Acetone will only work on organic deposits. I don't believe that an ultrasonic cleaner has been accepted as not being harshly cleaned or not being improperly cleaned. The ultrasonic cleaner is just going to turn these coins into melt value clean coins.
You have absolutely no idea what you are talking about. The other times I have seen these similar posts, it was someone who was selling this type of product and had zero knowledge about coins.
What is holding the iron oxide onto the silver and copper? These don't normally bond, so is it possible that there's an organic compound that's playing a role in the adhesion?
You did the RIGHT thing by using distilled water. That's always the safest and first thing to try in any conservation project! Luckily, this is technically a surface contamination issue since Morgans contain no iron. That said, it is still likely to have permanently stained the coins even if the residue is removed. Another thing to consider is that residue is surely not all iron and iron oxide, there's bound to also be calcium and magnesium and traces of other common metals in it. There are a couple of routes you can take with rust. The easiest and cheapest would probably be to add a VERY TINY bit of lye to your distilled water soaking with ultrasound. These coins are technically "goners", I wouldn't be concerned with using an ultrasonic cleaner at all. If the lye (alkaline solution) fails to give good results, you could also add a tiny bit of EDTA (tetrasodium) into the solution. Although I'm not sure where a consumer could obtain it. EDTA in an alkaline (lye) solution will remove that surface rust for sure but overexposure will hurt the coin surface. I would keep a close eye on the whole process. As far as acetone, as you discovered, it's completely ineffective against non-organic residues. You have metal and metallic oxide residue. Organic solvents will be completely ineffective at treating this problem. GOOD LUCK!
This was effective because of the alkalinity of the "soap" (probably actually a detergent) solution. It may also have a trace of EDTA depending on the brand. It raised the pH of your solution.
Just came across this discussion. I'll add some thoughts later. I have already posted about: What luster actually is and how it differs from MINT luster. The myth about proper coin "dipping" removing any silver alloy in any degree that is enough that you can see. Yet, soak a coin in dip long enough and you will eventually destroy it; however, that's not proper cleaning. That's a rust residue on the coin. I cannot be specific - its a dark secret - but think about what affects rust products.

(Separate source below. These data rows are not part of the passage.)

package carbonate_test

import (
	"math"
	"testing"

	"beckline/carbonate"
)

// A trace of a component, down to the smallest float, is as good as none: it
// must not turn a slope into a division by nothing. 1e-300 can be typed.
func TestTracesAreAsNothing(t *testing.T) {
	k := constantsAt(t, 0)
	var plain carbonate.Water
	plain.Alkalinity = 2e-3 / carbonate.MolarMassCaCO3
	plain.Totals[carbonate.Carbon] = 1e-3
	plain.Totals[carbonate.Calcium] = 2e-5
	want, err := k.Solve(plain)
	if err != nil {
		t.Fatal(err)
	}
	wantCCPP, err := want.CCPP()
	if err != nil {
		t.Fatal(err)
	}
	for c := carbonate.Component(0); c < carbonate.Components; c++ {
		if c == carbonate.Carbon || c == carbonate.Calcium {
			continue
		}
		for _, trace := range []float64{1e-290, 1e-300, 1e-304, 1e-308, 1e-310, 5e-324} {
			w := plain
			w.Totals[c] = trace
			s, err := k.Solve(w)
			if err != nil {
				t.Fatalf("%s %g: %v", c.Name(), trace, err)
			}
			ccpp, err := s.CCPP()
			if err != nil {
				t.Fatalf("%s %g: CCPP: %v", c.Name(), trace, err)
			}
			buffer := s.BufferIntensity()
			if !(math.Abs(s.PH-want.PH) < 1e-11) || !(math.Abs(ccpp-wantCCPP) < 1e-14) ||
				!(math.Abs(buffer-want.BufferIntensity()) < 1e-12*want.BufferIntensity()) {
				t.Errorf("%s %g: pH %g, CCPP %g, buffer %g; without it %g, %g, %g", c.Name(), trace,
					s.PH, ccpp, buffer, want.PH, wantCCPP, want.BufferIntensity())
			}
			dose, _, err := k.DoseToPH(s.Water, caustic, 9)
			if err != nil || !(dose > 0) {
				t.Errorf("%s %g: dose %g, %v", c.Name(), trace, dose, err)
			}
		}
	}
	// Traces of what the index is made of: no index of infinity, no failure.
	for _, c := range []carbonate.Component{carbonate.Carbon, carbonate.Calcium} {
		for _, trace := range []float64{1e-290, 1e-304, 1e-310, 5e-324} {
			w := plain
			w.Totals[c] = trace
			w.Alkalinity = 1e-6
			s, err := k.Solve(w)
			if err != nil {
				t.Fatalf("%s %g: %v", c.Name(), trace, err)
			}
			if b := s.BufferIntensity(); !(b > 0) || math.IsInf(b, 0) {
				t.Errorf("%s %g: buffer %g", c.Name(), trace, b)
			}
			if x, err := s.CCPP(); err != nil || math.IsNaN(x) {
				t.Errorf("%s %g: CCPP %g, %v", c.Name(), trace, x, err)
			}
		}
	}
}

Okay, I'll blabber, because I'm not privy to any trade secrets, and I haven't tried any of these. I'm just basing it on fairly basic chemistry. Complexing agents like the gallon-jug stuff mentioned above chemically combine with rust but don't affect metal at all. They may not be very aggressive, though. Acids can turn rust into soluble compounds, but can also attack metals. Some acids may be weak enough to spare metal, but still strong enough (or having other special properties) to get rid of the rust. Reducing agents can turn rust or other corrosion back into (loose) metal. Some reducing agents are also acids. Ionic liquids are an exotic class of materials that can actually dissolve metal oxides without affecting them chemically. Most are expensive and hard to work with, but some are dirt cheap (the one I fiddled with is made from two components, one of which is literally a major component of pee, and the other of which is literally a major component of chicken feed). I really, really must experiment more with this stuff.
I'm terminating the acetone test. After 30 hours, the rust appears to be unaffected. The fields may be slightly more pleasant to the eye (any organic material like airborne grease or dust has been pretty much nuked away).